How is Asherman's officially dx? I had a dnc after a loss in 07, then a c-section in 10, then another loss, then another c-section in 12. With my last pregnancy, placenta attached to some scar tissue and I had a big bleed at 30 weeks that put me in the hospital. While in the hospital, got a bladder infection that led to my baby being delivered early. The Dr said I had so much scar tissue in there that she recommends that I do not have another baby (we wanted one more). For other reasons I am no longer with her and don't totally trust her medical advice. She never mentioned Asherman's but said the scarring was pretty bad. If safe and possible, I would like to get pregnant again in another two years but need a Dr that has experience in this kind of thing.


Scar tissue is Asherman's (though I don't think it's unusual that your OB did not use the word). It is possible to do surgery to remove scar tissue, though if it's extensive the surgery may not clear it all out. In the area I recommend Dr. Robinson at GW, though yours sounds severe enough that you may also want to look out of town (I don't have experience doing so).
Anonymous
Can scarring usually be picked up by HSG or is hysteroscopy the usual source for diagnosis? I am having first HSG at WashRad. in a few weeks for possible scar tissue issues - 2 csections, including second that was due to pre-term birth as a result of chorioamnionitis. More cramping and strange pain (like a tugging/pulling sensation) in my uterine area that comes and goes during my entire cycle (although I am getting my period, fairly heavy), coupled with no BFP after numerous cycles has me suspect that there might be an issue there.
Anonymous
Anonymous wrote:Can scarring usually be picked up by HSG or is hysteroscopy the usual source for diagnosis? I am having first HSG at WashRad. in a few weeks for possible scar tissue issues - 2 csections, including second that was due to pre-term birth as a result of chorioamnionitis. More cramping and strange pain (like a tugging/pulling sensation) in my uterine area that comes and goes during my entire cycle (although I am getting my period, fairly heavy), coupled with no BFP after numerous cycles has me suspect that there might be an issue there.

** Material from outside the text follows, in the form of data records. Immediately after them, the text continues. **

/** Measure one structure: build it (with the cost model's budgets), cost it and time its seeded points. */
function measureOne<B>(table: TableFile, target: EmitTarget<B>, precision: string, search: SearchKind, options: LocatorOptions, profile: boolean): Candidate {
  const t0 = Date.now();
  const dataBytes = regionDataBytes(table);
  let locator: Locator | null = null;
  // the plain tree's descent has no side overlap, so a float build could never take it: not built
  // (its give-up over the budget still took 21.5 s of the locate bench's 6-D table, loaded)
  if (search === 'tree' && precision === 'float')
    return { search, locator: null, cost: null, location: Infinity, regions: 0, floatSafe: false, rejected: FLOAT_TREE_REJECTED, buildSeconds: 0, meanOps: null, meanLatency: null, build: null };
  try {
    // the plain tree is abandoned once its node arrays alone would pass the budget, or (float and
    // double builds) as soon as its finished arrays are sure to: their smallest size from what is
    // built and pending (TreeOptions.giveUpBytes) against an upper bound of the region data
    const tree =
      search === 'tree'
        ? {
            ...options.tree,
            maxNodes: options.tree?.maxNodes ?? Math.ceil((LOCATION_BUDGET * dataBytes) / (4 * (table.dims.ntheta + 1) + 4)),
            // split candidates thinned to CANDIDATE_NODE_BUDGET side tests per node, as the capped tree's
            nodeBudget: options.tree?.nodeBudget ?? CANDIDATE_NODE_BUDGET,
            giveUpBytes: options.tree?.giveUpBytes ?? (precision === 'float' || precision === 'double' ? LOCATION_BUDGET * regionDataUpper(table, precision) : undefined),
          }
        : options.tree;
    locator = buildLocator(table, search, { ...options, tree });
  } catch (e) {
    if (!(e instanceof TreeTooLargeError)) throw e;
    return { search, locator: null, cost: null, location: Infinity, regions: 0, floatSafe: false, rejected: e.reason, buildSeconds: (Date.now() - t0) / 1000, meanOps: null, meanLatency: null, build: null };
  }
  if (search === 'grid' && !locator)
    return { search, locator: null, cost: null, location: Infinity, regions: 0, floatSafe: false, rejected: 'no grid of 2 or more cells per coordinate fits the memory budget', buildSeconds: (Date.now() - t0) / 1000, meanOps: null, meanLatency: null, build: null };
  const build = target.build(table, precision, search, locator, options.targetOptions);
  const cost = target.cost(build);
  const { location, regions } = splitBytes(cost, precision);
  const floatSafe = search !== 'tree';
  let rejected: string | null = null;
  if (location > LOCATION_BUDGET * regions) rejected = `location arrays ${location} B > ${LOCATION_BUDGET} x region data ${regions} B`;
  else if (precision === 'float' && !floatSafe) rejected = FLOAT_TREE_REJECTED;
  const ar = build as unknown as EmitArrays;
  const prof = profile && (ar.precision === 'float' || ar.precision === 'double') && Array.isArray(ar.regionA) ? meanProfile(ar, table.box) : null;
  const meanOps = prof ? prof.operations : null;
  const latency = prof ? meanLatency(prof, table.dims.ntheta) : null;
  return { search, locator, cost, location, regions, floatSafe, rejected, buildSeconds: (Date.now() - t0) / 1000, meanOps, meanLatency: latency, build };
}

HSG more or less only tells you if the "pipes are open" so to speak. They check if dye can get through to the fallopian tube. If the scarring completely covers an opening, HSG will likely pick it up. In my case, my scarring mostly but not completely covered my cervix, so dye got through and my HSG was "normal". But the scarring was enough to affect transfer and implantation. I believe that hysteroscopy is the "gold standard" for diagnosing scarring...that's how mine was ultimately diagnosed. Got pregnant with first IVF post surgery to remove scarring.
Anonymous
0745 here - thanks. So if the HSG is normal, do we keep trying for a few more cycles before requesting a hysteroscopy? or do doctors sometimes order it as a matter of course to rule this issue completely out? Much appreciate your help.
Anonymous
Anonymous wrote:0745 here - thanks. So if the HSG is normal, do we keep trying for a few more cycles before requesting a hysteroscopy? or do doctors sometimes order it as a matter of course to rule this issue completely out? Much appreciate your help.


It depends on your doctor. My doc did not order a hysteroscopy which was a big mistake since there was already an indication that something was wrong in my case. I did not get one and a proper diagnosis until I switched RE's (I also didn't know that HSG was not definitive). If it were me, I would push for a hsyteroscopy. Since you are worried that scarring is due to c-section, it seems less likely to me (not a doctor) that the scarring will be on the uterine wall and not necessarily blocking a passageway. In this case, though, the scarring could still be impacting implantation. If your symptoms haven't changed and the HSG is normal, I would push for a hysteroscopy (or really just ask for it at the outset). It depends on your sense of urgency though.